▶ [WHAT NEEDS TO BE DONE]:
Find the line containing "onset = self.bounded_rad" in the records below. Copy exactly that line and each one after it, ending at the line containing "import accumulation_split, cycle_basis", and nothing more.
[Start of Attachment]
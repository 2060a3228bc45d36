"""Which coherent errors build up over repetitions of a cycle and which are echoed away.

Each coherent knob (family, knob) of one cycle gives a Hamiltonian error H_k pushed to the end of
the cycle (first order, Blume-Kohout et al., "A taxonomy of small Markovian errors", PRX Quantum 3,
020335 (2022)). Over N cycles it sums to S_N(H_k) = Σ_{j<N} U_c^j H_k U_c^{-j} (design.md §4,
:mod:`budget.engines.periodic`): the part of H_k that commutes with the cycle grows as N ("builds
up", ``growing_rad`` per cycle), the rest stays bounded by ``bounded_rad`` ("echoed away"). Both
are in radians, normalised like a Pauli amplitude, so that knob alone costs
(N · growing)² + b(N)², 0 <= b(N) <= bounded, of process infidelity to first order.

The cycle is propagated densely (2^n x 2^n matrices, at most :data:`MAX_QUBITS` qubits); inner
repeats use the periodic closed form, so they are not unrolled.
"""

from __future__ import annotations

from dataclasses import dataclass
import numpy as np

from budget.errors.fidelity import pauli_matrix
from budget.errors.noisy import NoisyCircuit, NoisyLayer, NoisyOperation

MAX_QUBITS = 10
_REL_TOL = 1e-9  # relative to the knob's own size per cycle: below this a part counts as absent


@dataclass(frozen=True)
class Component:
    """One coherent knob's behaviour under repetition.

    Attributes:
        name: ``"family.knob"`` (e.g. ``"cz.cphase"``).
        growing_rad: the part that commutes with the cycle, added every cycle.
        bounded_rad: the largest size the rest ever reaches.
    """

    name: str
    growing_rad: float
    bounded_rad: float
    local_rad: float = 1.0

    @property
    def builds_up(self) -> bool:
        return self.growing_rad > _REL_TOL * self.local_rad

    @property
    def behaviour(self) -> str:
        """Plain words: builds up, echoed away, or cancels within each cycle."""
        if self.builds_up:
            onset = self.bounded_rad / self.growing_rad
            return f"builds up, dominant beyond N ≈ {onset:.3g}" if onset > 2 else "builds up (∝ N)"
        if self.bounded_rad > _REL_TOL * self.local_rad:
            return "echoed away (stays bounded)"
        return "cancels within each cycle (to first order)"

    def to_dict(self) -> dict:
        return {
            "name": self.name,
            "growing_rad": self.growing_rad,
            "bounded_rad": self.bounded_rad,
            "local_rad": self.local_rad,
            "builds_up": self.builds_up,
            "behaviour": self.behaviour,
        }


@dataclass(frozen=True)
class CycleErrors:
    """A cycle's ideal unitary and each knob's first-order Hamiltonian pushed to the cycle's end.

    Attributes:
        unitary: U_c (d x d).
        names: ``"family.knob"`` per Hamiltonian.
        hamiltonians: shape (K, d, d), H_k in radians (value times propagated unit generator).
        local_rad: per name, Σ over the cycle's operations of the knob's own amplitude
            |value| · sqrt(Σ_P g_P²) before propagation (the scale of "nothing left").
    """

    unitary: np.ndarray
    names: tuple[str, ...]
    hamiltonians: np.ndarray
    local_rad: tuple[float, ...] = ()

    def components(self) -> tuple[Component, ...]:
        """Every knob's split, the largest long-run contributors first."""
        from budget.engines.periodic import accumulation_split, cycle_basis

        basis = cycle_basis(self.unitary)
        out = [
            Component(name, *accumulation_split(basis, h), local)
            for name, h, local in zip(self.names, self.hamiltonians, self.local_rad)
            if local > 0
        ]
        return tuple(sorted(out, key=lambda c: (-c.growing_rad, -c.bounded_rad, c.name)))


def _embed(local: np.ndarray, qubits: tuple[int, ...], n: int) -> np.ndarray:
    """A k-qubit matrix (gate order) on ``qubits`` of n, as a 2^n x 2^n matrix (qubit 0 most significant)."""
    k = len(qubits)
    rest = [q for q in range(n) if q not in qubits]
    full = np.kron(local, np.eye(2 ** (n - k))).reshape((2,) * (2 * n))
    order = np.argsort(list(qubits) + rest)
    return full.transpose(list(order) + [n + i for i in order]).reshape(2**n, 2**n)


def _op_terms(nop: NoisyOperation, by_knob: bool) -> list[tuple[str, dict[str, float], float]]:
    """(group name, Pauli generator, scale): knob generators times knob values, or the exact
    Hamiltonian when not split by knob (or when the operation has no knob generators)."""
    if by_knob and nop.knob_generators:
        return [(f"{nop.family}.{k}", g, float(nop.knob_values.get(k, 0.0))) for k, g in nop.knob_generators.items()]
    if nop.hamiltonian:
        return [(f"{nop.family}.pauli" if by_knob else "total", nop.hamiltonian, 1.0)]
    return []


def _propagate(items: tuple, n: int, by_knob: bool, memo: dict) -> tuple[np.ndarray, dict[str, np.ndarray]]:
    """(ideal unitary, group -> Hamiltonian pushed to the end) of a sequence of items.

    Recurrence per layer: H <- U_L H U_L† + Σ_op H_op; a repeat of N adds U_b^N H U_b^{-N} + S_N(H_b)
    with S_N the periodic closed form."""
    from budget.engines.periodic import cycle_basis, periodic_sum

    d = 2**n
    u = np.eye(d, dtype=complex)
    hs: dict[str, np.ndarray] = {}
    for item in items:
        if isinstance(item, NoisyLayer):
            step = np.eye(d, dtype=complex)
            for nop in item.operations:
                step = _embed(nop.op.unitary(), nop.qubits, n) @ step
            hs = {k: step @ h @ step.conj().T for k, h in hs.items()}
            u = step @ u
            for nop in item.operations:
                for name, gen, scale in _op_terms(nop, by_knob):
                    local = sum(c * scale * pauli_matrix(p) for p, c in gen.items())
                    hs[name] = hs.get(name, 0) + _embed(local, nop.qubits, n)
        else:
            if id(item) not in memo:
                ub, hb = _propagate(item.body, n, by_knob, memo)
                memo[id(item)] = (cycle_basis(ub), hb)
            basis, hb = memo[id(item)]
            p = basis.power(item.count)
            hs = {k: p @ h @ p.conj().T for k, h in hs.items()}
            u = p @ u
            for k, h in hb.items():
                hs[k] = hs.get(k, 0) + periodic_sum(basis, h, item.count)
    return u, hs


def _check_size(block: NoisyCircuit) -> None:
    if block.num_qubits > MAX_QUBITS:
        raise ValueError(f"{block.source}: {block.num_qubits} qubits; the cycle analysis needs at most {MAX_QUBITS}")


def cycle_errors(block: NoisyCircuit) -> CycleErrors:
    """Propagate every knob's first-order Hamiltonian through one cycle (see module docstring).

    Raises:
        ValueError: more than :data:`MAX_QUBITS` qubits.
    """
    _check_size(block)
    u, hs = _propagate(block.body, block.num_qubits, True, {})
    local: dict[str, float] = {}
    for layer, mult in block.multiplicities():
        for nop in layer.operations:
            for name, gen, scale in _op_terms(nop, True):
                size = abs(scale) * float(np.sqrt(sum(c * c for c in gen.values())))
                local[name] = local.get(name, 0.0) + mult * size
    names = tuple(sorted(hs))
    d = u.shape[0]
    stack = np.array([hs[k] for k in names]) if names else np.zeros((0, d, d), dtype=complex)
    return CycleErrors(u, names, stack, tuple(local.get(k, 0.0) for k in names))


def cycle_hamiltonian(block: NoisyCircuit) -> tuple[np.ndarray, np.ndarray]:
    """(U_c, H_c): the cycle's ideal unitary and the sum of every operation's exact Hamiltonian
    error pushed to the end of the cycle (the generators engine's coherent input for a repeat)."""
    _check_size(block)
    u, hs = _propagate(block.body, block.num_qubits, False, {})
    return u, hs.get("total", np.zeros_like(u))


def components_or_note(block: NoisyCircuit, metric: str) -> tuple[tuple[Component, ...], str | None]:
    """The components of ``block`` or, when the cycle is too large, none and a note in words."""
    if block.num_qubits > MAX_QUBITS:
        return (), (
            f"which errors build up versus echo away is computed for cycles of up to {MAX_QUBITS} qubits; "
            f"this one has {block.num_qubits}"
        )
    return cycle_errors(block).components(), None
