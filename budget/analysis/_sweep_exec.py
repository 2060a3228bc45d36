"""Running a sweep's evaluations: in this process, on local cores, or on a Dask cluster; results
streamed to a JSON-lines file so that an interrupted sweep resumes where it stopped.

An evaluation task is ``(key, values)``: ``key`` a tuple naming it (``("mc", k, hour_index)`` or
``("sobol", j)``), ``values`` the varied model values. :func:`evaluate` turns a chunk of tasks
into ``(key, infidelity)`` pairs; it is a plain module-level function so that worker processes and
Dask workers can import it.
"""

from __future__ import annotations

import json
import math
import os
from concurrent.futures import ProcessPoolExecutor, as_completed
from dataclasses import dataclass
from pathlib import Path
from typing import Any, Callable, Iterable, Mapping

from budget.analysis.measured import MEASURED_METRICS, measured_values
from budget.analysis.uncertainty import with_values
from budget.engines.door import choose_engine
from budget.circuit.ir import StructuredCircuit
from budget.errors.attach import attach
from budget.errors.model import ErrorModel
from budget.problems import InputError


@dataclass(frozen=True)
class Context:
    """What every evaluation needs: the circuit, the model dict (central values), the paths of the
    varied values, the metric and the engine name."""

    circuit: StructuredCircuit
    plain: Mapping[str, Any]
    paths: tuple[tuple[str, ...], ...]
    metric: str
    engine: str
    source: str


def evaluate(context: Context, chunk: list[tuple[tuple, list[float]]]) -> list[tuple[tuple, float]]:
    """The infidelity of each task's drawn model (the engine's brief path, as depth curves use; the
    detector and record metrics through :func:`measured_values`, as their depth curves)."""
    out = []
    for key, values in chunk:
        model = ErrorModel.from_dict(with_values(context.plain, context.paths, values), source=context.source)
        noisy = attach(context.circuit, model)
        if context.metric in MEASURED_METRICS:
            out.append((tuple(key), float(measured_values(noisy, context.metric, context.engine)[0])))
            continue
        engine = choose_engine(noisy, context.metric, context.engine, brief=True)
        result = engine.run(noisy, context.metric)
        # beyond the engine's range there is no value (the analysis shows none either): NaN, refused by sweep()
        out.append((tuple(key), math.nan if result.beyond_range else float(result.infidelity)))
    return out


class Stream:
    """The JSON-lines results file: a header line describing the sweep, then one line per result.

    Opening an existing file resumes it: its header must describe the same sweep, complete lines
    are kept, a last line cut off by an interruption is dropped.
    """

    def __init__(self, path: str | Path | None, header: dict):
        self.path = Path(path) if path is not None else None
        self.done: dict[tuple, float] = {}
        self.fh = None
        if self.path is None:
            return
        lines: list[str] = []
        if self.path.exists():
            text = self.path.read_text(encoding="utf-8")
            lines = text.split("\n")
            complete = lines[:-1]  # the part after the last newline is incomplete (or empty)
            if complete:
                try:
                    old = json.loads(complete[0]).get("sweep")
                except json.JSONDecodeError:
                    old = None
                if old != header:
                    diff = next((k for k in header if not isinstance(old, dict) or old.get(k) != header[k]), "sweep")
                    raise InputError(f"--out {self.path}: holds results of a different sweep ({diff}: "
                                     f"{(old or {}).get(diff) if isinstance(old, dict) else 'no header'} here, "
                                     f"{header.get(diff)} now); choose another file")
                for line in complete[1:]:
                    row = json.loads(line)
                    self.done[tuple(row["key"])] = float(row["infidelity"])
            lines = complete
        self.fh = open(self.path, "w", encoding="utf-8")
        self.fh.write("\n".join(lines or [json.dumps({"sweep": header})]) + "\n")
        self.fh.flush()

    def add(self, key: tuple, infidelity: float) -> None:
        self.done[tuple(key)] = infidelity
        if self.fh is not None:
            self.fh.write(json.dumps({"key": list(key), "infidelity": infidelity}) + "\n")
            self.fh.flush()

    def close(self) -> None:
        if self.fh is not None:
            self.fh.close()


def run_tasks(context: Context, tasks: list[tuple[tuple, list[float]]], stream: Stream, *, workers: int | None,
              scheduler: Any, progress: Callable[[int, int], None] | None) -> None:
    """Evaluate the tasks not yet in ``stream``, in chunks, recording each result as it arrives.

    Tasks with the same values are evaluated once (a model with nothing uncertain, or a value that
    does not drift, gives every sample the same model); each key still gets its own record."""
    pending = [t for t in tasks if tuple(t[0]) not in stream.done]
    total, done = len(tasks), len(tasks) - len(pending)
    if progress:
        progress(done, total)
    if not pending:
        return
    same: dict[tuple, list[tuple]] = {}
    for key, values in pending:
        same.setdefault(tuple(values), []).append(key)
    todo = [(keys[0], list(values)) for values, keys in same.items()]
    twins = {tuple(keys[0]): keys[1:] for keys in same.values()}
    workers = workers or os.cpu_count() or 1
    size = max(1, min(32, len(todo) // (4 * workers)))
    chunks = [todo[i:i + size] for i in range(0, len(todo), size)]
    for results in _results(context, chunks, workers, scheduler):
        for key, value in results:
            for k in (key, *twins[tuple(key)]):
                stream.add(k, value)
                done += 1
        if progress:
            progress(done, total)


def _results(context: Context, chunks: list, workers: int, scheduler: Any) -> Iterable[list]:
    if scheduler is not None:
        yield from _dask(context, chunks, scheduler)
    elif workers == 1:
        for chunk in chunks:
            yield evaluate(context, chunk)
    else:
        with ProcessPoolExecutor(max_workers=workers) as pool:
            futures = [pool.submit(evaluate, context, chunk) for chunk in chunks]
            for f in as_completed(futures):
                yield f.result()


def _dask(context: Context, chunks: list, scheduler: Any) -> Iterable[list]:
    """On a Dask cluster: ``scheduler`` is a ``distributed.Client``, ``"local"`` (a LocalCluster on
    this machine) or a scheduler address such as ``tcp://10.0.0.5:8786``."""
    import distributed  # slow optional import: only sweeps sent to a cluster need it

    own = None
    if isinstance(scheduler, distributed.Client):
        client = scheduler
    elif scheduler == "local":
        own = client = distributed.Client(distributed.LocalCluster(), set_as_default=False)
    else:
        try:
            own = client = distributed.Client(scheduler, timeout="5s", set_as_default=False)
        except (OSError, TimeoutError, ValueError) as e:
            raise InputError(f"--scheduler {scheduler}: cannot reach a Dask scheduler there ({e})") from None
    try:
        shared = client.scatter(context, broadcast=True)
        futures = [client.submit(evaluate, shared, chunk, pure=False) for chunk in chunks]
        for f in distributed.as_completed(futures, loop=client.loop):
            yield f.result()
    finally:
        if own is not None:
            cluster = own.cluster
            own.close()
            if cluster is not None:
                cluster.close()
[End of Attachment]
▶ [ANSWER BELOW]:
            onset = self.bounded_rad / self.growing_rad
            return f"builds up, dominant beyond N ≈ {onset:.3g}" if onset > 2 else "builds up (∝ N)"
        if self.bounded_rad > _REL_TOL * self.local_rad:
            return "echoed away (stays bounded)"
        return "cancels within each cycle (to first order)"

    def to_dict(self) -> dict:
        return {
            "name": self.name,
            "growing_rad": self.growing_rad,
            "bounded_rad": self.bounded_rad,
            "local_rad": self.local_rad,
            "builds_up": self.builds_up,
            "behaviour": self.behaviour,
        }


@dataclass(frozen=True)
class CycleErrors:
    """A cycle's ideal unitary and each knob's first-order Hamiltonian pushed to the cycle's end.

    Attributes:
        unitary: U_c (d x d).
        names: ``"family.knob"`` per Hamiltonian.
        hamiltonians: shape (K, d, d), H_k in radians (value times propagated unit generator).
        local_rad: per name, Σ over the cycle's operations of the knob's own amplitude
            |value| · sqrt(Σ_P g_P²) before propagation (the scale of "nothing left").
    """

    unitary: np.ndarray
    names: tuple[str, ...]
    hamiltonians: np.ndarray
    local_rad: tuple[float, ...] = ()

    def components(self) -> tuple[Component, ...]:
        """Every knob's split, the largest long-run contributors first."""
        from budget.engines.periodic import accumulation_split, cycle_basis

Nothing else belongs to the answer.